Cash Compensation. During 2002, Non-Employee Directors of the Company were entitled to receive compensation of $30,000 per year, with no additional fees for attendance at Board or committee meetings. Mr. Burnaman declined such compensation during 2002. Employee directors are not paid any fees or additional compensation for service as members of the Board or any of its committees. During 2003, non-employee directors who are members of the Audit, Compensation and the newly formed Strategic Planning Committees will receive $15,000 per year for each of those committees, and $2,000 per meeting for attendance at each Board meeting and $1,000 for attendance at each committee meeting. All directors are reimbursed for expenses incurred in attending Board and committee meetings. Pursuant to the Deferred Compensation Plan for Non-Employee Directors, a non-employee director may elect, generally prior to the commencement of any calendar year, to have all or any portion of the director's compensation for such calendar year credited to a deferred compensation account. Amounts credited to the director's account will accrue interest based upon the average quoted rate for ten-year U.S. Treasury Notes. Deferred amounts will be paid in a lump sum or in installments commencing on the first business day of the calendar year following the year in which the director ceases to serve on the Board, or of a later calendar year specified by the director.
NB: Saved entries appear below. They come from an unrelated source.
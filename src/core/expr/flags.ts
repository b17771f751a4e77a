/**
 * Notes about names in an expression that are valid but probably not what
 * was meant: a parameter named like a table column or like the x variable
 * in another letter case (it would be fitted as a free parameter, not read
 * from the data), a function name written without its parenthesis or
 * misspelt before an implicit product (`sqr x`), two parameters that differ
 * by one character (`Tc`, `TC`), `E` taken as Euler's number, and a
 * number followed by a one-letter unit name (`300 K`), read as a product
 * with a parameter.
 */
import { isOperatorNode, isSymbolNode } from 'mathjs';
import type { MathNode } from 'mathjs';
import { msg } from '../messages';
import type { ICoreMessage } from '../messages';
import type { IAnalysedExpression } from './analyse';
import { isUnitName, numberLike, suggestFunction, unitSymbol } from './check';
import { SUPPORTED_FUNCTIONS, valueChildren } from './compile';
import { columnKey, looksLikeTypo } from './names';
import { FUNCTION_ALIASES, quote } from './normalize';

/** Names that tell how a parameter could be mistaken. */
export interface INameContext {
  /** Names of the x variable (the fitted x column). */
  readonly xNames: readonly string[];
  /** Headers of the table's columns. */
  readonly columnNames: readonly string[];
}

/** Names directly followed by an implicit product (`sqr x`), where a misspelt function would stand. */
function implicitHeads(node: MathNode, out = new Set<string>()): Set<string> {
  const stack: MathNode[] = [node];
  while (stack.length > 0) {
    const n = stack.pop()!;
    if (isOperatorNode(n) && n.fn === 'multiply' && n.implicit === true && isSymbolNode(n.args[0])) {
      out.add(n.args[0].name);
    }
    stack.push(...valueChildren(n));
  }
  return out;
}

/** One-letter unit names written right after a number (`300 K`), where a unit may have been meant. */
function letterUnits(node: MathNode, xNames: readonly string[]): string[] {
  const out: string[] = [];
  const stack: MathNode[] = [node];
  while (stack.length > 0) {
    const n = stack.pop()!;
    if (isOperatorNode(n) && n.fn === 'multiply' && n.implicit === true && numberLike(n.args[0])) {
      const u = unitSymbol(n.args[1]);
      if (u !== null && Array.from(u).length === 1 && !xNames.includes(u) && isUnitName(u) && !out.includes(u)) {
        out.push(u);
      }
    }
    stack.push(...valueChildren(n));
  }
  return out;
}

/** At most this many notes about pairs of similar parameters. */
const MAX_PAIR_FLAGS = 5;

/**
 * Notes about `parameters` (the free parameters found) and `symbols` (all
 * names of the right-hand side) of an analysed expression.
 */
export function nameFlags(
  parameters: readonly string[],
  symbols: readonly string[],
  analysed: IAnalysedExpression,
  context: INameContext
): ICoreMessage[] {
  const flags: ICoreMessage[] = [];
  const xKeys = new Set(context.xNames.map(columnKey));
  const functions = new Set([...SUPPORTED_FUNCTIONS, ...Object.keys(FUNCTION_ALIASES)].map((f) => f.toLowerCase()));
  const heads = implicitHeads(analysed.rhsNode);
  for (const p of parameters) {
    const key = columnKey(p);
    const shown = quote(p, 24);
    const xMatch = context.xNames.find((x) => columnKey(x) === key);
    if (xMatch !== undefined) {
      flags.push(
        msg(
          'expression.flag.x-case',
          '%1 is not the x variable %2 (names are case-sensitive), so %1 is fitted as a free parameter. Write %2 to use the x column.',
          shown,
          quote(xMatch, 24)
        )
      );
      continue;
    }
    const column = context.columnNames.find((c) => columnKey(c) === key && !xKeys.has(columnKey(c)));
    if (column !== undefined) {
      flags.push(
        msg(
          'expression.flag.column',
          '%1 has the name of the column “%2”, but only the x column enters the model: %1 is fitted as a free parameter, not read from that column.',
          shown,
          quote(column, 32)
        )
      );
      continue;
    }
    if (functions.has(p.toLowerCase())) {
      flags.push(
        msg('expression.flag.function-name', '%1 is a function name written without parentheses, so it is fitted as a parameter; to call the function write %1(…).', shown)
      );
      continue;
    }
    if (heads.has(p)) {
      const suggestion = suggestFunction(p);
      if (suggestion !== null) {
        flags.push(
          msg('expression.flag.function-typo', '%1 looks like the function %2 misspelt; as written it is a parameter multiplied by what follows.', shown, suggestion)
        );
      }
    }
  }
  let pairs = 0;
  for (let i = 0; i < parameters.length && pairs < MAX_PAIR_FLAGS; i++) {
    for (let j = i + 1; j < parameters.length && pairs < MAX_PAIR_FLAGS; j++) {
      if (looksLikeTypo(parameters[i], parameters[j])) {
        flags.push(
          msg('expression.flag.parameter-typo', '%1 and %2 are two separate parameters; if they are meant to be one, write it the same way both times.', quote(parameters[i], 24), quote(parameters[j], 24))
        );
        pairs++;
      }
    }
  }
  for (const u of letterUnits(analysed.rhsNode, context.xNames)) {
    if (parameters.includes(u)) {
      flags.push(
        msg(
          'expression.flag.unit-letter',
          'A number followed by %1 is read as that number times the parameter %1; if %1 is meant as a unit, write plain numbers in the units of your columns instead.',
          u
        )
      );
    }
  }
  if (symbols.includes('E') && !parameters.includes('E')) {
    flags.push(msg('expression.flag.euler', 'E is Euler’s number 2.718… here, not a parameter; name a parameter differently (e.g. E0) to fit it.'));
  }
  return flags;
}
Consulting Agreement. Pursuant to an independent contractor consulting agreement which was first effective February 1, 1998, GSSW-REO, L.L.C. ("GSSW") received a consulting fee equivalent to $120,000 per year for services rendered through Mr. Sabin. This agreement was terminated effective January 1, 2003. The agreement provided for consultation on strategic planning and analysis, identification and evaluation of development project opportunities and related financing, and counsel to the Company's staff. GSSW represented and warranted to the Company that (a) none of the payments that the Company made to GSSW for the consulting services exceeded (i) 5% of GSSW's consolidated gross revenues during any calendar year, or (ii) $200,000, whichever is greater ("Excess Payment"), and that, in the event that any Excess Payment should be determined to exist, GSSW agreed to promptly remit to the Company the amount of such Excess Payment; and (b) all of the Company's payments to GSSW were deposited into its general accounts and were not paid or otherwise distributed to Mr. Sabin, and Mr. Sabin was not paid a bonus or otherwise financially rewarded by virtue of the consulting services he performed on GSSW's behalf.
1993 Stock Option/Stock Issuance Plan. The Company's 1993 Stock Option/Stock Issuance Plan (the "1993 Plan") contains two separate equity incentive programs in which members of the Board may be eligible to participate: (i) a Discretionary Option Grant Program, under which eligible non-employee members of the Board, along with officers, key employees and consultants, may be granted options to purchase shares of Common Stock, and (ii) a Director Fee Program, under which each non-employee member of the Board may elect to apply all or any portion of his or her annual retainer fee (currently $30,000) to the acquisition of unvested shares of Common Stock.
Options granted under the Discretionary Option Grant Program may be either incentive stock options designed to meet the requirements of Section 422 of the Internal Revenue Code or non-statutory options not intended to satisfy such requirements.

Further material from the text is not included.